WORK TASK: Below are the lines to check; count those holding the string "Cyclooctene" and give only the number.
[[ RECORDED DATA, beginning ]]
# Ordered: the first pattern that matches the normalised header text decides.
_RULES: tuple[tuple[str, Role | str], ...] = (
    (r"^(panel|panel tag|panelboard)$", Role.PANEL),
    (r"harmonic|\bthd\b", Role.HARMONIC),
    (r"\bk ?va\b|\bkw\b", Role.LOAD_KVA),
    (r"\bva\b|\bwatts?\b|\bvolt ?amps?\b|^w$", Role.LOAD_VA),
    (r"power factor|^pf$", Role.PF),
    (r"\bpoles?\b|^p$", Role.POLES),
    (r"\b(trip|breaker|brkr|bkr|cb|ocpd|ocp|at)\b", Role.BREAKER),
    (r"load (amps?|a|current)|\bcurrent\b|\bfla\b|amps? load|^i$", Role.LOAD_AMPS),
    (r"^(amps?|a|amperes?)$", _AMBIGUOUS_AMPS),
    (r"\bphases?\b|^ph$|^leg$", Role.PHASE),
    (r"categor|load type|^type$|\bclass\b|^cat$|^use$", Role.CATEGORY),
    (r"\bnotes?\b|remarks?|comments?", Role.NOTES),
    (r"status|^existing", Role.STATUS),
    (r"continuous|^cont$", Role.CONTINUOUS),
    (r"^feeds\b", Role.FEEDS),
    (r"^locked$", Role.LOCKED),
    (r"desc|\bname\b|serv|designation|^load$|^loads$|equipment|^item$", Role.DESCRIPTION),
    (r"\b(ckt|cct|circ|circuit|slot|position|pos|no|number)\b|^ckt|^cct", Role.SLOT),
)
_COMPILED = tuple((re.compile(p), role) for p, role in _RULES)
#: Any rule at all: one search answers "no role" for most texts (data rows met by the header search).
_ANY_RULE = re.compile("|".join(f"(?:{p})" for p, _ in _RULES))


def normalise(text: str) -> str:
    """Lower-case header text with punctuation turned into spaces ("Ckt #" → "ckt no")."""
    t = text.lower().replace("#", " no ").replace("\n", " ")
    t = re.sub(r"[^a-z0-9 ]+", " ", t)
    return re.sub(r"\s+", " ", t).strip()


def guess_role(header: str) -> Role | str | None:
    t = normalise(header)
    if not t or not _ANY_RULE.search(t):
        return None
    for pattern, role in _COMPILED:
        if pattern.search(t):
            return role
    return None
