/// Ring-strain corrections, one per smallest ring (benzene rings have none), and notes for the
/// rings whose value is borrowed or whose system is fused.
#[allow(clippy::type_complexity)]
fn ring_strain(m: &Molecule, kinds: &[Kind]) -> Result<(Vec<(&'static str, Option<&'static str>)>, Vec<String>), BensonError> {
    let mut names = Vec::new();
    let mut notes = Vec::new();
    let rings = m.rings();
    // A ring of more than the ring finder's eight atoms has no strain value here.
    if m.bonds()
        .iter()
        .any(|b| b.in_ring && !rings.iter().any(|r| r.binary_search(&b.a).is_ok() && r.binary_search(&b.b).is_ok()))
    {
        return Err(BensonError::Missing(vec!["the strain of a ring of more than eight atoms".into()]));
    }
    for r in rings {
        if r.len() == 6 && r.iter().all(|&k| matches!(kinds[k], Kind::Cb | Kind::Cbf)) {
            continue;
        }
        let in_ring = |k: usize| r.binary_search(&k).is_ok();
        let oxygens: Vec<usize> = r.iter().copied().filter(|&k| m.atoms()[k].element == 8).collect();
        let others = r.iter().filter(|&&k| !matches!(m.atoms()[k].element, 6 | 8)).count();
        let mut doubles: Vec<(usize, usize)> = Vec::new();
        for &k in r.iter() {
            for (w, b) in m.neighbours(k) {
                if k < w && in_ring(w) && m.bonds()[b].kekule_order == 2 {
                    doubles.push((k, w));
                }
            }
        }
        let carbonyls = r
            .iter()
            .filter(|&&k| {
                m.atoms()[k].element == 6
                    && m.neighbours(k)
                        .any(|(w, b)| !in_ring(w) && m.atoms()[w].element == 8 && m.bonds()[b].kekule_order == 2)
            })
            .count();
        let n = r.len();
        let conjugated = doubles.len() == 2 && {
            let (a, b) = (doubles[0], doubles[1]);
            [a.0, a.1]
                .iter()
                .any(|&x| [b.0, b.1].iter().any(|&y| m.neighbours(x).any(|(w, _)| w == y)))
        };
        if r.iter().any(|&k| kbonds(m, k).any(|(w, o)| o == 3 && in_ring(w))) {
            return Err(BensonError::Missing(vec![format!(
                "the strain of a {}-membered ring with a triple bond",
                r.len()
            )]));
        }
        let furan = is_furan_ring(m, r);
        let tabulated: Option<&str> = match (oxygens.len(), others, doubles.len(), carbonyls, n) {
            _ if furan => Some("Furan"),
            (0, 0, 0, 0, 3) => Some("Cyclopropane"),
            (0, 0, 1, 0, 3) => Some("Cyclopropene"),
            (0, 0, 0, 0, 4) => Some("Cyclobutane"),
            (0, 0, 1, 0, 4) => Some("Cyclobutene"),
            (0, 0, 0, 0, 5) => Some("Cyclopentane"),
            (0, 0, 0, 1, 5) => Some("cyclopentanone"),
            (0, 0, 1, 0, 5) => Some("Cyclopentene"),
            (0, 0, 2, 0, 5) => Some("Cyclopentadiene"),
            (0, 0, 0, 0, 6) => Some("Cyclohexane"),
            (0, 0, 0, 1, 6) => Some("cyclohexanone"),
            (0, 0, 1, 0, 6) => Some("Cyclohexene"),
            (0, 0, 2, 0, 6) => Some(if conjugated { "Cyclohexadiene-1,3" } else { "Cyclohexadiene-1,4" }),
            (0, 0, 0, 0, 7) => Some("Cycloheptane"),
            (0, 0, 1, 0, 7) => Some("Cycloheptene"),
            (0, 0, 2, 0, 7) if conjugated => Some("Cycloheptadiene-1,3"),
            (0, 0, 3, 0, 7) => Some("Cycloheptatriene-1,3,5"),
            (0, 0, 0, 0, 8) => Some("Cyclooctane"),
            (0, 0, 1, 0, 8) => Some("cis-Cyclooctene"),
            (0, 0, 3, 0, 8) => Some("Cyclooctatriene-1,3,5"),
            (0, 0, 4, 0, 8) => Some("Cyclooctatetraene"),
            (1, 0, 0, 0, 3) => Some("Oxirane"),
            (1, 0, 0, 0, 4) => Some("Oxetane"),
            (1, 0, 0, 0, 5) => Some("Tetrahydrofuran"),
            (1, 0, 0, 0, 6) => Some("Tetrahydro-2H-pyran"),
            (1, 0, 1, 0, 6) => Some("3,4-dihydro-2H-pyran"),
            (1, 0, 0, 2, 5) => Some("dihydrofuran-2,5-dione"),
            (1, 0, 1, 2, 5) => Some("furan-2,5-dione"),
            (1, 0, 0, 2, 6) => Some("dihydro-2H-pyran-2,6(3H)-dione"),
            (2, 0, 0, 0, 6) => {
                let (a, b) = (oxygens[0], oxygens[1]);
                let one_three = m.neighbours(a).any(|(w, _)| m.neighbours(w).any(|(x, _)| x == b));
                Some(if one_three { "Dioxane-1,3" } else { "Dioxane-1,4" })
            }
            (3, 0, 0, 0, 6) => Some("Trioxane-1,3,5"),
            _ => None,
        };
        // The carbocycle of the same size and unsaturation: the strain of a ring the table does
        // not list, and the S° and Cp of a listed ring whose row has ΔfH° only (project rule,
        // no source).
        let carbocycle = match (doubles.len(), n) {
            (0, 3) => Some("Cyclopropane"),
            (0, 4) => Some("Cyclobutane"),
            (0, 5) => Some("Cyclopentane"),
            (0, 6) => Some("Cyclohexane"),
            (0, 7) => Some("Cycloheptane"),
            (0, 8) => Some("Cyclooctane"),
            (1, 3) => Some("Cyclopropene"),
            (1, 4) => Some("Cyclobutene"),
            (1, 5) => Some("Cyclopentene"),
            (1, 6) => Some("Cyclohexene"),
            (1, 7) => Some("Cycloheptene"),
            (1, 8) => Some("cis-Cyclooctene"),
            (2, 5) => Some("Cyclopentadiene"),
            (2, 6) if conjugated => Some("Cyclohexadiene-1,3"),
            (2, 6) => Some("Cyclohexadiene-1,4"),
            _ => None,
        };
        let name = match (tabulated, carbocycle) {
            (Some(t), _) => t,
            (None, Some(c)) => {
                notes.push(format!(
                    "ring strain of a {n}-membered heterocycle or ring ketone taken from {c} (project rule, no source)"
                ));
                c
            }
            (None, None) => {
                return Err(BensonError::Missing(vec![format!(
                    "the strain of a {n}-membered ring with {} double bond(s)",
                    doubles.len()
                )]))
            }
        };
        names.push((name, carbocycle));
    }
    // Fused and bridged systems: a strain per smallest ring is an approximation.
    let shared = m
        .atoms()
        .iter()
        .enumerate()
        .filter(|(k, _)| rings.iter().filter(|r| r.contains(k)).count() > 1)
        .count();
    if shared > 0
        && rings
            .iter()
            .any(|r| !(r.len() == 6 && r.iter().all(|&k| matches!(kinds[k], Kind::Cb | Kind::Cbf))))
    {
        notes.push("ring system fused or bridged: strain summed ring by ring".into());
    }
    Ok((names, notes))
}
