def h_rt(a, t):
    return (-a[0] / t**2 + a[1] * math.log(t) / t + a[2] + t * (a[3] / 2 + t * (a[4] / 3 + t * (a[5] / 4 + t * a[6] / 5)))
            + a[7] / t)


def s_r(a, t):
    return (-a[0] / (2 * t**2) - a[1] / t + a[2] * math.log(t) + t * (a[3] + t * (a[4] / 2 + t * (a[5] / 3 + t * a[6] / 4)))
            + a[8])


def nasa9_from_nasa7(c):
    return [0.0, 0.0, *c[0:5], c[5], c[6]]


def read_tsv(path):
    """Rows (dicts) and header comment lines of a nasa_species.tsv-layout file."""
    comments, rows, header = [], [], None
    with open(path, encoding="utf-8") as f:
        for line in f:
            line = line.rstrip("\n")
            if line.startswith("#"):
                comments.append(line)
                continue
            if not line.strip():
                continue
            fields = line.split("\t")
            if header is None:
                header = fields
                continue
            rows.append(dict(zip(header, fields)))
    return header, rows, comments


def segments_nasa9(row):
    """Segments of a TSV row as (tmin, tmax, [a1..a7, b1, b2]), ascending."""
    out = []
    for seg in row["segments"].split(";"):
        v = [float(x) for x in seg.split(",")]
        if row["model"] == "nasa7":
            assert len(v) == 9, row["name"]
            out.append((v[0], v[1], nasa9_from_nasa7(v[2:])))
        else:
            assert row["model"] == "nasa9" and len(v) == 11, row["name"]
            out.append((v[0], v[1], v[2:]))
    return sorted(out, key=lambda s: s[0])


def segment_at(segs, t, slack_below=0.0):
    """The segment covering t (the lowest one may start up to slack_below above t)."""
    for i, (t0, t1, a) in enumerate(segs):
        if t0 <= t <= t1 or (i == 0 and t < t0 <= t + slack_below):
            return a
    return None


def parse_formula(text):
    """Element counts of a formula with () and [] groups, e.g. 'CH3C(O)OH', '[HC(O)O]-',
    '(CH3CO)2O'. Trailing charge signs (+, -, +2) are ignored; returns None if unreadable."""
    t = re.sub(r"[+-]\d*$", "", text.strip())
    counts = collections.Counter()
    stack = [counts]
    i = 0
    while i < len(t):
        m = re.match(r"([A-Z][a-z]?)(\d*)", t[i:])
        if m:
            stack[-1][m.group(1)] += int(m.group(2) or 1)
            i += m.end()
        elif t[i] in "([":
            stack.append(collections.Counter())
            i += 1
        elif t[i] in ")]" and len(stack) > 1:
            m = re.match(r"[)\]](\d*)", t[i:])
            inner = stack.pop()
            for k, v in inner.items():
                stack[-1][k] += v * int(m.group(1) or 1)
            i += m.end()
        else:
            return None
    return dict(counts) if len(stack) == 1 else None


def nasa_formula(base):
    """Formula of a NASA-style base name (NASA spells Al, Cl as AL, CL; isomer label after ',')."""
    t = base.split(",")[0]
    t = re.sub(r"AL", "Al", re.sub(r"CL", "Cl", t))
    return parse_formula(t)


def composition_str(comp):
    return " ".join(f"{el}:{n}" for el, n in sorted(comp.items()))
[[ RECORDED DATA, end ]]
WRITTEN RESPONSE: 2